Out of the data below, copy every line with the string "alphaW".

═══

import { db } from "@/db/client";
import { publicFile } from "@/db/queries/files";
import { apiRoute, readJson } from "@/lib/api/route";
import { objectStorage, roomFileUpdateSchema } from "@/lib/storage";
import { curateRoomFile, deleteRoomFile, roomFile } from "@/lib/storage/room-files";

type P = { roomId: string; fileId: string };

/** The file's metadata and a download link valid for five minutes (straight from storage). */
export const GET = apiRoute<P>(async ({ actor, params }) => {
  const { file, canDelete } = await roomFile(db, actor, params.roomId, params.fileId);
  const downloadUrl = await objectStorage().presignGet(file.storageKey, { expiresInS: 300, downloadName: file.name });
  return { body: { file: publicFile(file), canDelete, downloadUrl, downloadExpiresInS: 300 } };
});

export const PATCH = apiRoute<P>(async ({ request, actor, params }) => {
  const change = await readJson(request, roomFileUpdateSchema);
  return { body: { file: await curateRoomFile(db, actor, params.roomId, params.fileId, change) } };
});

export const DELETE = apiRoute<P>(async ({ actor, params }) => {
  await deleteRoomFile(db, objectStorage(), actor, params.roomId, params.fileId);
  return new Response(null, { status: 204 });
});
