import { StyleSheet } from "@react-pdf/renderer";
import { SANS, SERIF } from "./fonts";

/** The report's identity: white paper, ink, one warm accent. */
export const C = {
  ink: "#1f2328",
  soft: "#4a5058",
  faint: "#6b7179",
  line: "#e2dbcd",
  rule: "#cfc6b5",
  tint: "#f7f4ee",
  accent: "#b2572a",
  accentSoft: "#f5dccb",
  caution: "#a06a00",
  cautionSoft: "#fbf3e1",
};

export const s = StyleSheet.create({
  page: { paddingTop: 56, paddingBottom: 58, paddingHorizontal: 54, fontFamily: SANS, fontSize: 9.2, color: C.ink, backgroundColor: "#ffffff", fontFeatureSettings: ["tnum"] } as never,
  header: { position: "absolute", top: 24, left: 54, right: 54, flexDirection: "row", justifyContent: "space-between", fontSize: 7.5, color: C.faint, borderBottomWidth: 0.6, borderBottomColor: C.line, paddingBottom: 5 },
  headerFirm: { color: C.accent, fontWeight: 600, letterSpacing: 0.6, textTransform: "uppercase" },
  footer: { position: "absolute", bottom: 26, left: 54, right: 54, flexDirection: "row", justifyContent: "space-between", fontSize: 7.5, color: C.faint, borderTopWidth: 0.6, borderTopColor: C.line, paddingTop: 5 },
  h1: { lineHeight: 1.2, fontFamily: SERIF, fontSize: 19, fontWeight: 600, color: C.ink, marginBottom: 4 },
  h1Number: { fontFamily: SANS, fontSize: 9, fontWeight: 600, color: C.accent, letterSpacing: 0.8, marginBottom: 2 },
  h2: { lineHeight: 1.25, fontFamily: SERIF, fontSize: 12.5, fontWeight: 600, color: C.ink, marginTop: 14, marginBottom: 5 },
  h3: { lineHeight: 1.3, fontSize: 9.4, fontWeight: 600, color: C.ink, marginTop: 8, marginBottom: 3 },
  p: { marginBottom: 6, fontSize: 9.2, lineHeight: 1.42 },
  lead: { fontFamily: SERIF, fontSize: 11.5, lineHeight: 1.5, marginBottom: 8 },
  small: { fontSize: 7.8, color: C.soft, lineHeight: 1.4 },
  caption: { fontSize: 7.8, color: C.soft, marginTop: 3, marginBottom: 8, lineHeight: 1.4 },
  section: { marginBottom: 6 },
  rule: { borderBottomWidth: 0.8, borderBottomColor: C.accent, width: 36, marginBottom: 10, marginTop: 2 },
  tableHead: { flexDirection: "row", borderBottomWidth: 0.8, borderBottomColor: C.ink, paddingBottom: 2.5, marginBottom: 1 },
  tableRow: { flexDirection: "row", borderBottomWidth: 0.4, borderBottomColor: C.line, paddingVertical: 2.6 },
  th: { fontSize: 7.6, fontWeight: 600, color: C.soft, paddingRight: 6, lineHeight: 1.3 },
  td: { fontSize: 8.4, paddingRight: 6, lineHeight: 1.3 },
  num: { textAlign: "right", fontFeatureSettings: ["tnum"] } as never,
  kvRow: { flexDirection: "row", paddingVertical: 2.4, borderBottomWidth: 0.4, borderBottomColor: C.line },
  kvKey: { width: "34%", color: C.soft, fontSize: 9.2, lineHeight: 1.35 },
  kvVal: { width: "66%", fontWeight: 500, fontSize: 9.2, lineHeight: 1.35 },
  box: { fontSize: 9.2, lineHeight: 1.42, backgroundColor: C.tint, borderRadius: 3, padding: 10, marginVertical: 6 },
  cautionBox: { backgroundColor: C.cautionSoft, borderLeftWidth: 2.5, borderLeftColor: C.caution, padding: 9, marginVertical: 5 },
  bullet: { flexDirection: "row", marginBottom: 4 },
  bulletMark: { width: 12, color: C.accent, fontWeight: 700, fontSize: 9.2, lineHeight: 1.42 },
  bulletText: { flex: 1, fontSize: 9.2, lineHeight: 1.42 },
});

═══

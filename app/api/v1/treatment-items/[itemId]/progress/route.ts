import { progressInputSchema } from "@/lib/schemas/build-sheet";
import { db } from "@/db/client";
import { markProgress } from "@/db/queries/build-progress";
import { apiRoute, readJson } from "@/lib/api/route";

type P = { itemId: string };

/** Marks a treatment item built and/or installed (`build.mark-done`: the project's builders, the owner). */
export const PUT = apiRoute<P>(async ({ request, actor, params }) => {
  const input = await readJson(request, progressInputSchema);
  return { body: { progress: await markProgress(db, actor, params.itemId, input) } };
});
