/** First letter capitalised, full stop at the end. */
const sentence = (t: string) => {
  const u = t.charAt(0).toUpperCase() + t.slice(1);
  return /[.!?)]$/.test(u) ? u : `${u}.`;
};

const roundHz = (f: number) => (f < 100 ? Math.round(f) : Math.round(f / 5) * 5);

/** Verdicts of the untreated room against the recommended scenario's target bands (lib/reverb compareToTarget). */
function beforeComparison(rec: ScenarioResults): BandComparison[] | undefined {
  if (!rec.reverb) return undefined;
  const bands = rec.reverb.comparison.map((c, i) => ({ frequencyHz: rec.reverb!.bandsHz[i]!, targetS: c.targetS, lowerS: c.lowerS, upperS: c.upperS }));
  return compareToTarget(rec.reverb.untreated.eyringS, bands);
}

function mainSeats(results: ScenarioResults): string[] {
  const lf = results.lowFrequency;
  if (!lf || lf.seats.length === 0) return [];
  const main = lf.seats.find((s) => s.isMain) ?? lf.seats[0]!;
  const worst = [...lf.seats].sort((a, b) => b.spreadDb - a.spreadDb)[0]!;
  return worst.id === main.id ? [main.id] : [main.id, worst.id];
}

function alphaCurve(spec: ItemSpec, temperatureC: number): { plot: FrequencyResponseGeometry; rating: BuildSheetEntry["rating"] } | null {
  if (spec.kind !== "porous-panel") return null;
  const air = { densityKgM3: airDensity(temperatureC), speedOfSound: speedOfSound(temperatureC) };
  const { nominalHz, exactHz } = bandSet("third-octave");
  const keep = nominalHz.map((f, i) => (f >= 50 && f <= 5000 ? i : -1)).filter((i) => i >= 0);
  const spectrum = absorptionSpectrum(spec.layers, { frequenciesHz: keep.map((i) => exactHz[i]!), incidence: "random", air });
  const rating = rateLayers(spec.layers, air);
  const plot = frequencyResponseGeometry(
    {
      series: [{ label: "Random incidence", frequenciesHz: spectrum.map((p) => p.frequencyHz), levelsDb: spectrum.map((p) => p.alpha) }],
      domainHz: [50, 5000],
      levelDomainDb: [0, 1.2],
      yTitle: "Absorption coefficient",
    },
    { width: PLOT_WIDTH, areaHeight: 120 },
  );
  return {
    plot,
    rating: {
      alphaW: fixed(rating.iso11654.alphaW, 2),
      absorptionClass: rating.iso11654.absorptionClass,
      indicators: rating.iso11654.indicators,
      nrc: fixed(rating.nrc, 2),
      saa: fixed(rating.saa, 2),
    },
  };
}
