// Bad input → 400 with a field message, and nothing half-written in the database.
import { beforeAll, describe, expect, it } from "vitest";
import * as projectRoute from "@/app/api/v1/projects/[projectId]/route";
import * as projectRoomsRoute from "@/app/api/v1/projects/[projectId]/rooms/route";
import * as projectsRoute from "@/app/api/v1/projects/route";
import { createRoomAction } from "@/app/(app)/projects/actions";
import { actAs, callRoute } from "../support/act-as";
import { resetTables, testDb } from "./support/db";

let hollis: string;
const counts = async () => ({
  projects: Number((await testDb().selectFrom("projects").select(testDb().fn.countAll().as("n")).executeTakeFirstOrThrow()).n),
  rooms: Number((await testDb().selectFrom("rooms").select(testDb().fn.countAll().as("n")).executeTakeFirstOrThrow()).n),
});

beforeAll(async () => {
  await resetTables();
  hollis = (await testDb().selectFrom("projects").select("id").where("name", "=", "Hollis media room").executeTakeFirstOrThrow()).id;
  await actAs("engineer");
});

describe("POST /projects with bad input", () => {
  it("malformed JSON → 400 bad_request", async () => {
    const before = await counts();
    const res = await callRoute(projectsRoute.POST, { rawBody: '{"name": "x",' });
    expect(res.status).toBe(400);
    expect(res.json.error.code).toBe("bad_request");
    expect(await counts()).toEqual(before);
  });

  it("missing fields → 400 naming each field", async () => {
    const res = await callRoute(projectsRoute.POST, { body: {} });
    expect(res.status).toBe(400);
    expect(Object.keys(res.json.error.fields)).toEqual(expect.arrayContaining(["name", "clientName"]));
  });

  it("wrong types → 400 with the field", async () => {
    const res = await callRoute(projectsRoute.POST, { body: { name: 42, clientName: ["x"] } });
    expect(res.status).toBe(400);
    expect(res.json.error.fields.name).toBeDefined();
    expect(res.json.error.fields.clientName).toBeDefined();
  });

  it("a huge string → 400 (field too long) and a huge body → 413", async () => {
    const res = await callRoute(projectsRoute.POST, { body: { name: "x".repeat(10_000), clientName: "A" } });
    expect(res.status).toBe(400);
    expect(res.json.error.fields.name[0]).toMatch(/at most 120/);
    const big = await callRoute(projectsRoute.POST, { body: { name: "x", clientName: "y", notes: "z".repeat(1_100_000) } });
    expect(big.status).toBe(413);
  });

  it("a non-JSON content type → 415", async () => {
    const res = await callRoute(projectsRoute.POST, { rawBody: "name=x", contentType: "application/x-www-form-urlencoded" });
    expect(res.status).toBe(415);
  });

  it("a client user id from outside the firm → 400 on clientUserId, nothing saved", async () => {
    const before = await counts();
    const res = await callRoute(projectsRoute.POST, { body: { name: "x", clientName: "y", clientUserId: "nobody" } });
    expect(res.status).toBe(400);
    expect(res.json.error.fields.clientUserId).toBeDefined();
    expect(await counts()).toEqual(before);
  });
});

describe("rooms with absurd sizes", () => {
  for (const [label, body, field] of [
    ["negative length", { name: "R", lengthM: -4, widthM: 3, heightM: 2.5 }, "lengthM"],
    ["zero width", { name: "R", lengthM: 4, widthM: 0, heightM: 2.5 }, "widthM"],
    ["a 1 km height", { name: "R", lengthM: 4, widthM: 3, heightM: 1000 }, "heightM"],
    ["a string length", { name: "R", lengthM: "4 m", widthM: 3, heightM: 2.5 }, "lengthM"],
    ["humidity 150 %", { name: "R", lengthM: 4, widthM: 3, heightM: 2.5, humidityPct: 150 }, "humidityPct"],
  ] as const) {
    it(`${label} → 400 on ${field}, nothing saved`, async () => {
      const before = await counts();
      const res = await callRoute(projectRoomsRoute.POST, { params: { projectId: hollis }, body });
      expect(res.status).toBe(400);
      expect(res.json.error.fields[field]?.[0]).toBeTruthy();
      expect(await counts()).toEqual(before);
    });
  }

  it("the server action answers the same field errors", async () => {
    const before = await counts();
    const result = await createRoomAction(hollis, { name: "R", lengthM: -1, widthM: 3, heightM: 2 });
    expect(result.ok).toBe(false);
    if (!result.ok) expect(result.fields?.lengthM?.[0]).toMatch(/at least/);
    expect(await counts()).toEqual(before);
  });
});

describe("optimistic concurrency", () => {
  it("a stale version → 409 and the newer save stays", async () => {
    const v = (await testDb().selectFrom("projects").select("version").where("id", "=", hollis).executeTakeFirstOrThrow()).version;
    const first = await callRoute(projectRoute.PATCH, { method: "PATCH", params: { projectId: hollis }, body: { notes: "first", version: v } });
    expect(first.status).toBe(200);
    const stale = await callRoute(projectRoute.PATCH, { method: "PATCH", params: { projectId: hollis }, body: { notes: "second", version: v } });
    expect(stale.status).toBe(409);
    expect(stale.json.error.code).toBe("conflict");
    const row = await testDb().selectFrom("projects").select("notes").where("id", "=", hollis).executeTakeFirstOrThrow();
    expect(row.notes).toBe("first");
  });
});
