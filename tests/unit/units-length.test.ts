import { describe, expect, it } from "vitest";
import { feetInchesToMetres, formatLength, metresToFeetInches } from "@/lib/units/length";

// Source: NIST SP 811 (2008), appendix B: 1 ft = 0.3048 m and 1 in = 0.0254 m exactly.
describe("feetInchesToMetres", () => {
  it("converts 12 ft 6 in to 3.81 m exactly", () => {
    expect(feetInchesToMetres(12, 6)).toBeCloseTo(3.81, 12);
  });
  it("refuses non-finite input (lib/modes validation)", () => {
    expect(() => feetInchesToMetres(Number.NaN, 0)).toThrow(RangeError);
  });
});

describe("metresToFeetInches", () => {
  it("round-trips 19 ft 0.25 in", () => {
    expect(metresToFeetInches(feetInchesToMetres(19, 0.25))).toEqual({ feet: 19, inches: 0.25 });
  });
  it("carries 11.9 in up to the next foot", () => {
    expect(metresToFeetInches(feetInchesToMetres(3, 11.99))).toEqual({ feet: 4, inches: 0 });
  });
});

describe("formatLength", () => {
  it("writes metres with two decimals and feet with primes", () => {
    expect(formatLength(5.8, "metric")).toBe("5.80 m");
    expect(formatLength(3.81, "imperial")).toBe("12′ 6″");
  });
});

═══

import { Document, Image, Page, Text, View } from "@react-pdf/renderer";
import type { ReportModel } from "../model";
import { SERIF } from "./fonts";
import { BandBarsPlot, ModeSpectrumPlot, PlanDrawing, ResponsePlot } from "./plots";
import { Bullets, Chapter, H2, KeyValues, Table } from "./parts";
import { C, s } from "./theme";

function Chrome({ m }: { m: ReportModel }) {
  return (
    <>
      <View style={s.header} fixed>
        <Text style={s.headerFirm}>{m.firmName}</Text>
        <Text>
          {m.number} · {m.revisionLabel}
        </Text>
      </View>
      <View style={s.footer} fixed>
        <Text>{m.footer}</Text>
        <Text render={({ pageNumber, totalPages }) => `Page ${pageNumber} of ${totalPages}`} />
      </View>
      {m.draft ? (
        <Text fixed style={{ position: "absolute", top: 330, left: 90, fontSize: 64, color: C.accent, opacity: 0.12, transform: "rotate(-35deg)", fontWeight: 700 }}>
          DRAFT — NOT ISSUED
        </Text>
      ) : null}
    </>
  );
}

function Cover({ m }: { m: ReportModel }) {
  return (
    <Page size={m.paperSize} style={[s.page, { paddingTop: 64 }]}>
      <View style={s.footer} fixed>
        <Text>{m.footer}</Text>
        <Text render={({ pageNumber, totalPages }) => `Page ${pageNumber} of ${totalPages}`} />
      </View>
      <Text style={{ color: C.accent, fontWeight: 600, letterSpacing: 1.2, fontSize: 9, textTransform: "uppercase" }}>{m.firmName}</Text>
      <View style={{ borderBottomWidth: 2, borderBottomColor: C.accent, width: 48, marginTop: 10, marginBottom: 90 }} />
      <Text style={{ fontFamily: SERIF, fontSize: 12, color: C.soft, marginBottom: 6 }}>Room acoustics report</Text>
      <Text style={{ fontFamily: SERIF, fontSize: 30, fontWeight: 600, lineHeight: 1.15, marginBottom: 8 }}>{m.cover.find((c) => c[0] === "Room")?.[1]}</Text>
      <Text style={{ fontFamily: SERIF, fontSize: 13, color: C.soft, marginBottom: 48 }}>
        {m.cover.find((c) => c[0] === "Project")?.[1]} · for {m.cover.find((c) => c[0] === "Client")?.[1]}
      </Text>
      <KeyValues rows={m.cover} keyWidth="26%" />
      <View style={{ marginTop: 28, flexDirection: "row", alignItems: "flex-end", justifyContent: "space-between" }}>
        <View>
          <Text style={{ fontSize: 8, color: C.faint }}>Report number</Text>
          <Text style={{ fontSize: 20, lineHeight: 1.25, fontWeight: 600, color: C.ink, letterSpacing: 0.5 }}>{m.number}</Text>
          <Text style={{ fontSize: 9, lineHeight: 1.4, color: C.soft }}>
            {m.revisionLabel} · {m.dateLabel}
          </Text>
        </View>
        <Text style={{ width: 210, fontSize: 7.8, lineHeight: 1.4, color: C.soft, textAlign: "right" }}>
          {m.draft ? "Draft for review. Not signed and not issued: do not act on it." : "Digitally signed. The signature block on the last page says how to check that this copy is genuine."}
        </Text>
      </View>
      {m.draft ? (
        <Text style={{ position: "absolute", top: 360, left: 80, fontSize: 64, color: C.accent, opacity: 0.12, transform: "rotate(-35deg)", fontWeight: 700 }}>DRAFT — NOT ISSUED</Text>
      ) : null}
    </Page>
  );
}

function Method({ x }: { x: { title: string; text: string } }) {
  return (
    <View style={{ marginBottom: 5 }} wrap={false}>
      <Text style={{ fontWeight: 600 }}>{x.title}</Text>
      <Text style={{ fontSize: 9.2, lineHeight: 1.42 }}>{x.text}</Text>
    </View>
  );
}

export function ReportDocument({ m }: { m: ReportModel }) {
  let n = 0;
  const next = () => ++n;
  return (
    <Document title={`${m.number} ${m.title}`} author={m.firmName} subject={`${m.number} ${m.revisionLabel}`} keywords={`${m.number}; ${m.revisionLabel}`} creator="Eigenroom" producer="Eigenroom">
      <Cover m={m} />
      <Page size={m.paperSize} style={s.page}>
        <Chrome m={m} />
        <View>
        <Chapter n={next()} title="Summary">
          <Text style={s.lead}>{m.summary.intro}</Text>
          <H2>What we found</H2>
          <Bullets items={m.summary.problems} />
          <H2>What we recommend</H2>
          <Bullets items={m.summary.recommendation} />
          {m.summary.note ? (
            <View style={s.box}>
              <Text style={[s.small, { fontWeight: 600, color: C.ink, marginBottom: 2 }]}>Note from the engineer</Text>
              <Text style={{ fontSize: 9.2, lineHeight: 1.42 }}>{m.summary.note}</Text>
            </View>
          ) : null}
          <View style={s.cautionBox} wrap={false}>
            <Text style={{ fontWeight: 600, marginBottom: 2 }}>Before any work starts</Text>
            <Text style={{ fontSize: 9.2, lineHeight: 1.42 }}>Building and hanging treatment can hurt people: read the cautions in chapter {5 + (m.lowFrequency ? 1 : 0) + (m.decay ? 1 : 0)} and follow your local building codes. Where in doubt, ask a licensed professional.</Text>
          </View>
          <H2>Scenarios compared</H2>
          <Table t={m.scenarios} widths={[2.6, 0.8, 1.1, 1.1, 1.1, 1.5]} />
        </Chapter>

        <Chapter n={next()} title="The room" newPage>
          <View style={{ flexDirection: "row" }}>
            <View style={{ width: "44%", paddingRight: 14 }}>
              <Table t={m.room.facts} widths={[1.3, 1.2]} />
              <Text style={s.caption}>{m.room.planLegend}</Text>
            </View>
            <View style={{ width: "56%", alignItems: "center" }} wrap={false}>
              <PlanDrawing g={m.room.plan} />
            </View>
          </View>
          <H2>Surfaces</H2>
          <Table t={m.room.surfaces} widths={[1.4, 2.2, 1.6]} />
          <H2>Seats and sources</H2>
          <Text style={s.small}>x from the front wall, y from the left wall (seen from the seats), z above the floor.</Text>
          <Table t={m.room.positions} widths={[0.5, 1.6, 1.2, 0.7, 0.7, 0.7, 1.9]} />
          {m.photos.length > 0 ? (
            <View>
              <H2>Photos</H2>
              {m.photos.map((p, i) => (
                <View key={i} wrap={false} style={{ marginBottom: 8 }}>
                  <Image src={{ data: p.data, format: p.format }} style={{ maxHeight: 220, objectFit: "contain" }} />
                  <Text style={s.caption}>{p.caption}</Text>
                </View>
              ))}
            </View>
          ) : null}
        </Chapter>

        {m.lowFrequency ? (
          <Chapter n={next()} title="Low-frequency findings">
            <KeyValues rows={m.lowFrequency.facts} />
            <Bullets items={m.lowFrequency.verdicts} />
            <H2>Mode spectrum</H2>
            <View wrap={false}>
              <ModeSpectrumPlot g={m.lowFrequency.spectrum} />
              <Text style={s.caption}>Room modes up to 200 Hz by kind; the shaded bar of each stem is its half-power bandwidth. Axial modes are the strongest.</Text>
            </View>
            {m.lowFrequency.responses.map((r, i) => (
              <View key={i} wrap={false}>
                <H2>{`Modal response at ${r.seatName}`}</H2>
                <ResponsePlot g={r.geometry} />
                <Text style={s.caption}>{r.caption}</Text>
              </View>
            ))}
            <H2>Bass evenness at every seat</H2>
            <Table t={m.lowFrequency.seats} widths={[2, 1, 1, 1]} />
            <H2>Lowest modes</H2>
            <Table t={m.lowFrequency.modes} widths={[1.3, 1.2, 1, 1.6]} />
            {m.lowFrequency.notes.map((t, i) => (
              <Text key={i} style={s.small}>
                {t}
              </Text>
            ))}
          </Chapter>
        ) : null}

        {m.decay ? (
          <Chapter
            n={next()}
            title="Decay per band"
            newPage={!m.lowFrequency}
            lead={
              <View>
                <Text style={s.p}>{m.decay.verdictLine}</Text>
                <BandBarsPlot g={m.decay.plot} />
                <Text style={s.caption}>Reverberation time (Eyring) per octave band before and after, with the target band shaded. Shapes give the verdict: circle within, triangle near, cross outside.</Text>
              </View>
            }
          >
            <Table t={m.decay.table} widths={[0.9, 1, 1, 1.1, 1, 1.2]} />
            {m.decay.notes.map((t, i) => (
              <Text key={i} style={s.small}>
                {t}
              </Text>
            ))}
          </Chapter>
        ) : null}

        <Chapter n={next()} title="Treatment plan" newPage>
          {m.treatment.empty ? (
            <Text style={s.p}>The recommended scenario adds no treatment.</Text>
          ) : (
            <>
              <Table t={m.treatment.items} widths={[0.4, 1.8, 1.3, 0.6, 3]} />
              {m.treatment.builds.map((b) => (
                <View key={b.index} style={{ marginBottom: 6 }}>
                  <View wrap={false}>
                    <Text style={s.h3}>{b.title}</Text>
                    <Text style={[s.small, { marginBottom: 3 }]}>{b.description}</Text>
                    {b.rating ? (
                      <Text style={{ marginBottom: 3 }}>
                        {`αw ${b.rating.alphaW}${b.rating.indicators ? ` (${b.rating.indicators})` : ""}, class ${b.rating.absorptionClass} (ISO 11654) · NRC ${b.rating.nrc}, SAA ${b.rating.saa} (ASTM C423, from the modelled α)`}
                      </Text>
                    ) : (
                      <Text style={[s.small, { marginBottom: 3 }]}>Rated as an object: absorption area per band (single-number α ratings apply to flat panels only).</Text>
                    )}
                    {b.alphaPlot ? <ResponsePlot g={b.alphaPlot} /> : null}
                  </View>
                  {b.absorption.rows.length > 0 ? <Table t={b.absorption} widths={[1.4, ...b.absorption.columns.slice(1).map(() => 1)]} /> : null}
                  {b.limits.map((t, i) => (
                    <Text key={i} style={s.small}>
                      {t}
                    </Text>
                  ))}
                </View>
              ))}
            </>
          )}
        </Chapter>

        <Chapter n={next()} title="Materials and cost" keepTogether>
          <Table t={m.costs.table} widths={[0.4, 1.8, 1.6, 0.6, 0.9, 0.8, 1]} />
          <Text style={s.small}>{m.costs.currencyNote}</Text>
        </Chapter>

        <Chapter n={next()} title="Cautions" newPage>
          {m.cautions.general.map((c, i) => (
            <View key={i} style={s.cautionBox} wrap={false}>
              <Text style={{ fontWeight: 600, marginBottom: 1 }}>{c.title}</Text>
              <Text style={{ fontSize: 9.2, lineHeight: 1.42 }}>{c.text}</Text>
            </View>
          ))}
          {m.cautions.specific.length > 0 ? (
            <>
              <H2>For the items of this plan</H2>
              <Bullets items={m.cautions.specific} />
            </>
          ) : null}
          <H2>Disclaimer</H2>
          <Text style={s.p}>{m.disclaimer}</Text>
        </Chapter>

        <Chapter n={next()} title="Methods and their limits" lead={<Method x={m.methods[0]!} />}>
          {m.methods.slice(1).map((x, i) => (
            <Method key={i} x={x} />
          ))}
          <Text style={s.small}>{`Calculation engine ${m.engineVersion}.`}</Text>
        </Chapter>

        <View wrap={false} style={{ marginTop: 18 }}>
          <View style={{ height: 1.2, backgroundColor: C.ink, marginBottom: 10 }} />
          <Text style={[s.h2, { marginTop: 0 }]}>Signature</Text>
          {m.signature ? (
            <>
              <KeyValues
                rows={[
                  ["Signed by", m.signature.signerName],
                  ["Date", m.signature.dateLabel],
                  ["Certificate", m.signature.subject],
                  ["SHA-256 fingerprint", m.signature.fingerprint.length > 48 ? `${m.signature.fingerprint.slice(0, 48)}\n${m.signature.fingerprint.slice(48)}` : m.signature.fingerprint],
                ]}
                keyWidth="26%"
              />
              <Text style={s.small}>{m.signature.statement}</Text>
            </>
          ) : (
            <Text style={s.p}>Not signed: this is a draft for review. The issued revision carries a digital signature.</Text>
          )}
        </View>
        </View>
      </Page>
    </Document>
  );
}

═══

__Task answer__:
      alphaW: fixed(rating.iso11654.alphaW, 2),
                        {`αw ${b.rating.alphaW}${b.rating.indicators ? ` (${b.rating.indicators})` : ""}, class ${b.rating.absorptionClass} (ISO 11654) · NRC ${b.rating.nrc}, SAA ${b.rating.saa} (ASTM C423, from the modelled α)`}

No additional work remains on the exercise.